In 1984, its 60th anniversary was celebrated by the erection of a plaque denoting the original Municipal Gallery outside the Earl of Clonmel’s fine Georgian house in Harcourt Street, the commissioning of an intricately detailed drawing of Clonmel House for graphic reproduction as a logo by Michael Craig, the well-known stamp designer, and a reprint of the catalogue of the Gallery’s original collection in 1908. This was launched at a reception at Charlemont House. Events culminated in the presentation of a major painting by the Australian-Irish artist, Sidney Nolan, Ned Kelly by the River, at an A.G.M. addressed by James White at the Royal Irish Academy.


1990s

75th anniversary

The FNCI marked its 75th anniversary in 1999 with an exhibition and accompanying publication. Held in the RHA Gallagher Gallery, the exhibition comprised a selection of art and artefacts which have been donated to galleries and museums throughout the whole of Ireland. The Friends were grateful to them for lending back the works which constituted the exhibition which had been organised by  treasurer, Aidan O’Flanagan, together with the Councils exhibition sub-committee, Dr.Thomas Ryan PPRHA and Dr. James White.

The 75th anniversary publication is available here.


2000s

Into the new Millennium

Among the significant landmarks of the first two decades of the 21 century was the depositing of the FNCI archives in the National Irish Visual Arts Library (NIVAL) at the National College of Art and Design where they are open to researchers.


2024

Centenary

To mark the centenary of the FNCI in 2024 a series of exhibitions have been planned around Ireland in Waterford, Limerick, Drogheda, Sligo, Kilkenny, Clonmel, and in  Dublin at the Irish Architectural Archive and the National Library; other institutions are also marking the centenary in different ways.
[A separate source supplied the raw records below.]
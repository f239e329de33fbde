import { createHash } from 'node:crypto'
import { chmodSync, mkdtempSync, readFileSync, rmSync, writeFileSync } from 'node:fs'
import { tmpdir } from 'node:os'
import { join } from 'node:path'
import { afterAll, describe, expect, test } from 'vitest'
import { createAnalyser } from '@/lib/analysis/analyse'
import { drain } from '@/lib/analysis/drain'
import type { AnalysisResult, Conversion } from '@/lib/analysis/types'
import { CliFault } from '@/lib/cli/cli-fault'
import { runAnalyse } from '@/lib/cli/run-analyse'
import { parseTable } from '@/lib/formats/parse-table'
import { defaultRecipe } from '@/lib/schemas/recipe'
import { axisArcsecConversion } from '@/lib/simulate/options'
import { SAMPLE_CONVERSION, SAMPLE_IMPORT, sampleRun } from '@/lib/simulate/sample'
import type { SimulatedRun } from '@/lib/simulate/simulate-run'
import { recording } from './recordings'
import { reportSchema, type Report } from './report-schema'

const folder = mkdtempSync(join(tmpdir(), 'turnwright-cli-'))
afterAll(() => rmSync(folder, { recursive: true, force: true }))

function fileOf(name: string, content: string | Uint8Array): string {
  const path = join(folder, name)
  writeFileSync(path, content)
  return path
}

async function reportOf(path: string, ...options: string[]): Promise<Report> {
  return reportSchema.parse(JSON.parse(await runAnalyse([path, ...options])))
}

const SAMPLE = new URL('../../public/sample-run.csv', import.meta.url).pathname

/** Distance in standard errors. */
function away({ value, stderr }: { value: number; stderr: number | null }, truth: number): number {
  return Math.abs(value - truth) / stderr!
}

function phaseAway(phase: { value: number; stderr: number }, truth: number): number {
  const turned = (((phase.value - truth) % 360) + 540) % 360
  return Math.abs(turned - 180) / phase.stderr
}

/** Period, drift and the two harmonics that were put in, each within four of its own standard errors. */
function expectTruth({ worm, drift }: Report, { truth }: SimulatedRun): void {
  expect(away(worm!.periodSeconds, truth.wormPeriodSeconds)).toBeLessThan(4)
  expect(away(drift.coefficients[0], truth.options.driftCoefficients[0])).toBeLessThan(4)
  expect(worm!.harmonics.length).toBeGreaterThanOrEqual(truth.harmonics.length)
  truth.harmonics.forEach(({ cosArcsec, sinArcsec }, i) => {
    const found = worm!.harmonics[i]
    expect(away(found.amplitudeArcsec, Math.hypot(cosArcsec, sinArcsec))).toBeLessThan(4)
    expect(phaseAway(found.phaseDegrees!, (Math.atan2(sinArcsec, cosArcsec) * 180) / Math.PI)).toBeLessThan(4)
  })
}

const onSky = (changes: Partial<Conversion>): Conversion => ({
  ...axisArcsecConversion(2),
  frame: 'sky',
  declinationDegrees: -12,
  ...changes,
})

describe('the truth of a simulated run comes back', () => {
  test.each([
    [
      'px, comma, on the sky, south of the equator',
      { conversion: onSky({ displacementUnit: 'px', imageScaleArcsecPerPx: 1.55 }) },
      { hasUnits: true },
      ['--scale', '1.55', '--declination', '-12', '--exposure', '2'],
    ],
    [
      'arcsec, semicolon and decimal comma, falling when ahead',
      { conversion: { ...axisArcsecConversion(2), positiveMeans: 'behind' as const } },
      { delimiter: ';' as const, decimalMark: ',' as const },
      ['--on', 'axis', '--positive', 'behind', '--exposure', '2'],
    ],
    [
      'seconds of right ascension, stamps at the start',
      {
        conversion: {
          ...axisArcsecConversion(2),
          displacementUnit: 'ra-seconds' as const,
          timeStamp: 'start' as const,
        },
      },
      { delimiter: '\t' as const, hasUnits: true },
      ['--exposure', '2', '--stamp', 'start'],
    ],
    [
      'no heads, times as Julian Dates',
      {},
      { hasHeader: false, timeUnit: 'julian-date' as const, startedAtMs: Date.UTC(2026, 10, 14, 21) },
      ['--on', 'axis', '--unit', 'arcsec', '--exposure', '2'],
    ],
  ])('%s', async (name, given, layout, options) => {
    const { run, text } = recording(given, layout)
    const report = await reportOf(fileOf(`${name.length}.csv`, text), ...options)
    expectTruth(report, run)
    expect(report.file.sha256).toBe(createHash('sha256').update(text).digest('hex'))
    expect(report.file.rows).toBe(run.columns.timeSeconds.length)
  })

  test('missing cells are left out and counted', async () => {
    const missingCells = [{ atSeconds: 301 }, { atSeconds: 304 }, { atSeconds: 1500 }]
    const { run, text } = recording({ missingCells })
    const report = await reportOf(fileOf('missing.csv', text), '--on', 'axis', '--exposure', '2')
    expect(report.file.leftOut).toEqual([{ reason: 'missing', count: 3 }])
    expect(report.file.used).toBe(report.file.rows - 3)
    expectTruth(report, run)
  })

  test('the sample run that is delivered, whose preamble tells the rest', async () => {
    const report = await reportOf(SAMPLE)
    // Its harmonics wander by 0.08″ from turn to turn, beyond what standard errors of one run can know.
    const { truth } = sampleRun()
    const { worm, drift } = report
    expect(away(worm!.periodSeconds, truth.wormPeriodSeconds)).toBeLessThan(4)
    expect(away(drift.coefficients[0], truth.options.driftCoefficients[0])).toBeLessThan(4)
    expect(away(worm!.peakToPeakArcsec, truth.wormPeakToPeakArcsec)).toBeLessThan(4)
    truth.harmonics.slice(0, 3).forEach(({ cosArcsec, sinArcsec }, i) => {
      expect(away(worm!.harmonics[i].amplitudeArcsec, Math.hypot(cosArcsec, sinArcsec))).toBeLessThan(4)
    })
    const gearOrders = truth.options.gears.map(({ order }) => order)
    expect(report.lines.length).toBe(gearOrders.length)
    for (const { periodSeconds } of report.lines) {
      const nearest = Math.min(...gearOrders.map((order) => away(periodSeconds, truth.wormPeriodSeconds / order)))
      expect(nearest).toBeLessThan(4)
    }
    const told = report.warnings.map(({ code }) => code)
    expect(told).toEqual(expect.arrayContaining(['declination-from-file', 'scale-from-file', 'exposure-from-file']))
  })
})

test('figures are those of the core on the same columns, bit by bit', async () => {
  const report = await reportOf(SAMPLE, '--teeth', '152', '--drift', '1', '--harmonics', '3')
  const parsed = drain(parseTable(readFileSync(SAMPLE), SAMPLE_IMPORT))
  if (!parsed.ok) throw new Error(parsed.fault.message)
  const recipe = defaultRecipe()
  const outcome = drain(
    createAnalyser(parsed.columns).run({
      ...recipe,
      conversion: { ...SAMPLE_CONVERSION },
      driftDegree: 1,
      harmonicCount: 3,
      driveTrain: { ...recipe.driveTrain, wheelTeeth: 152 },
      wormPeriod: 'gear',
    }),
  )
  if (!outcome.ok) throw new Error(outcome.reason)
  const { result } = outcome
  const { worm } = result
  expect(report.drift).toEqual({ degree: 1, coefficients: result.drift.coefficients })
  expect(report.worm).toEqual({
    periodSeconds: worm!.periodSeconds,
    peakToPeakArcsec: worm!.peakToPeakArcsec,
    steepestRateArcsecPerSecond: worm!.steepestRateArcsecPerSecond,
    harmonics: worm!.harmonics.map(({ order, amplitudeArcsec, phaseDegrees }) => ({
      order,
      amplitudeArcsec,
      phaseDegrees,
    })),
  })
  expect(report.lines.map(({ periodSeconds }) => periodSeconds)).toEqual(
    result.lines.map(({ periodSeconds }) => periodSeconds),
  )
  expect(report.residual).toEqual(pick(result.residual, ['rmsArcsec', 'lagOneCorrelation', 'seeingFloorArcsec']))
  expect(report.turn).toEqual(pick(result.turn!, ['repeatability', 'heldOutReduction', 'scatter']))
  expect(report.spans).toEqual(pick(result.spans, Object.keys(report.spans) as (keyof Report['spans'])[]))
  expect(report.run).toEqual(pick(result.run, ['durationSeconds', 'medianCadenceSeconds', 'turns']))
})

function pick<Whole extends object, Key extends keyof Whole>(whole: Whole, keys: Key[]): Pick<Whole, Key> {
  return Object.fromEntries(keys.map((key) => [key, whole[key]])) as Pick<Whole, Key>
}

describe('what is held, and what cannot be had', () => {
  test('a typed period is held: no standard error', async () => {
    const { text } = recording()
    const report = await reportOf(fileOf('typed.csv', text), '--on', 'axis', '--worm-period', '478.7')
    expect(report.worm!.periodSeconds).toEqual({ value: 478.7, stderr: null })
  })

  test('a run of less than a turn has no worm, and a warning with the reason word', async () => {
    const { text } = recording({ durationSeconds: 400 })
    const path = fileOf('short.csv', text)
    for (const options of [['--teeth', '180'], []]) {
      const report = await reportOf(path, '--on', 'axis', ...options)
      expect(report.worm).toBeNull()
      expect(report.turn).toBeNull()
      expect(report.run.turns).toBeNull()
      const reasons = report.warnings.filter(({ code }) => code === 'short-run')
      expect(reasons.length).toBeGreaterThan(0)
    }
  })

  test('two turns without teeth give an interval that holds the truth', async () => {
    const { text } = recording({ durationSeconds: 1000 })
    const report = await reportOf(fileOf('two-turns.csv', text), '--on', 'axis')
    expect(report.worm).toBeNull()
    const interval = report.warnings.find(({ code }) => code === 'period-interval')!
    const [from, to] = [...interval.message.matchAll(/\d+\.\d/g)].map(Number)
    expect(from).toBeLessThan(478.69)
    expect(to).toBeGreaterThan(478.69)
  })

  test('a phase below three standard errors is null, and told', async () => {
    const { text } = recording({ harmonics: [{ order: 1, amplitudeArcsec: 9, phaseDegrees: 77 }] })
    const report = await reportOf(fileOf('weak.csv', text), '--on', 'axis', '--teeth', '180', '--harmonics', '6')
    const silent = report.worm!.harmonics.filter(({ phaseDegrees }) => phaseDegrees === null)
    expect(silent.length).toBeGreaterThan(0)
    for (const { order, amplitudeArcsec } of silent) {
      expect(amplitudeArcsec.value).toBeLessThan(3 * amplitudeArcsec.stderr!)
      expect(report.warnings.some(({ message }) => message.includes(`phase of order ${order} `))).toBe(true)
    }
  })

  test('every assumption is told, and none that was settled', async () => {
    const { text } = recording()
    const path = fileOf('assumed.csv', text)
    const codes = async (...options: string[]) => (await reportOf(path, ...options)).warnings.map(({ code }) => code)
    expect(await codes('--declination', '10')).toEqual([
      ...['time-column-guessed', 'ra-column-guessed', 'unit-guessed', 'frame-assumed', 'positive-assumed'],
      ...['exposure-unknown', 'stamp-assumed', 'sense-assumed', 'period-may-be-harmonic'],
    ])
    const settled = ['--time', '1', '--ra', 'RA displacement', '--unit', 'arcsec', '--on', 'axis']
    expect(
      await codes(...settled, '--positive', 'ahead', '--exposure', '2', '--stamp', 'mid', '--teeth', '180'),
    ).toEqual([])
  })
})

describe('named columns', () => {
  const text = [
    'Minutes,A,B [px],B2',
    ...Array.from(
      { length: 400 },
      (_, i) => `${i / 10},${Math.sin(i / 10).toFixed(4)},${(9 * Math.cos(i / 13)).toFixed(4)},${i % 7}`,
    ),
  ].join('\n')

  test('a column that was named keeps its own unit', async () => {
    const options = ['--ra', 'b', '--on', 'axis', '--scale', '2']
    const report = await reportOf(fileOf('columns.csv', text), ...options, '--time', 'minutes')
    expect(report.run.medianCadenceSeconds).toBeCloseTo(6, 9)
    // 9 px of 2″ on both sides.
    expect(report.spans.rawArcsec).toBeCloseTo(36, 0)
  })

  test.each([
    [['--time', 'Clock'], 'There is no column “Clock”. There are 1 “Minutes”, 2 “A”'],
    [['--ra', '9'], 'There is no column “9”'],
    [['--time', '1', '--ra', 'Minutes'], '--time and --ra name the same column, “Minutes”'],
    [['--ra', '2', '--dec', 'A'], '--ra and --dec name the same column, “A”'],
    [['--ra', '2', '--on', 'axis', '--time', '4'], 'Row'],
  ])('%j is refused', async (options, told) => {
    await expect(runAnalyse([fileOf('columns.csv', text), ...options])).rejects.toThrow(told)
  })
})

const flat = ['Time,RA displacement', ...Array.from({ length: 100 }, (_, i) => `${2 * i},1.25`)].join('\n')
const plain = recording({ durationSeconds: 300 }).text

describe('faults name the place and the remedy', () => {
  test.each([
    ['constant.csv', flat, [], '(one that never changes is passed over): name it with --ra'],
    ['named.csv', flat, ['--ra', '2', '--on', 'axis'], 'named.csv: '],
    ['binary.csv', Uint8Array.from({ length: 3000 }, (_, i) => (i * 37) % 256), [], 'binary.csv: The file is not text'],
    ['empty.csv', '', [], 'empty.csv: The file is empty'],
    ['words.csv', 'There is nothing here to read.\n', [], 'No table of numbers was found'],
    ['sky.csv', plain, ['--unit', 'arcsec'], '--declination DEG (or --on axis)'],
    ['px.csv', plain, ['--unit', 'px', '--on', 'axis'], '--scale ARCSEC_PER_PX'],
    ['ra.csv', plain, ['--unit', 'ra-seconds', '--on', 'sky'], 'leave out --on sky'],
    ['few.csv', plain.split('\n').slice(0, 12).join('\n'), ['--on', 'axis'], 'few.csv: '],
  ] as [string, string | Uint8Array, string[], string][])('%s', async (name, content, options, told) => {
    const faulty = runAnalyse([fileOf(name, content), ...options])
    await expect(faulty).rejects.toThrow(CliFault)
    await expect(faulty).rejects.toThrow(told)
  })

  test('a missing file and a folder', async () => {
    await expect(runAnalyse([join(folder, 'none.csv')])).rejects.toThrow('none.csv: there is no such file')
    await expect(runAnalyse([folder])).rejects.toThrow('this is a folder; name a file in it')
  })

  test.skipIf(process.getuid?.() === 0)('a file that may not be read', async () => {
    const path = fileOf('locked.csv', plain)
    chmodSync(path, 0o000)
    await expect(runAnalyse([path])).rejects.toThrow('this user may not read it')
  })
})

test('the schema refuses a figure that is none', () => {
  const figures: Pick<AnalysisResult['residual'], 'rmsArcsec'> = { rmsArcsec: NaN }
  expect(
    reportSchema.shape.residual.safeParse({ ...figures, lagOneCorrelation: 0, seeingFloorArcsec: 1 }).success,
  ).toBe(false)
})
We are grateful for the cooperation of the various curators who have organized these exhibitions. An important development for the future is the  new website designed by Studio Unthink, made possible by a grant from the Department of Tourism, Culture, Arts, Gaeltacht, Sport and Media. I would also like to express my thanks to the members of the council for their contribution to the organization of the centenary, notably Dr Marie Bourke, Anne Kearney Farrelly, John Kelly, June Lattimore and Colum O’Riordan.  I would also like to thank Dermott Barrett for compiling and editing this publication and to Dr Audrey Nicholls for earlier research on the catalogue of gifts since 1999.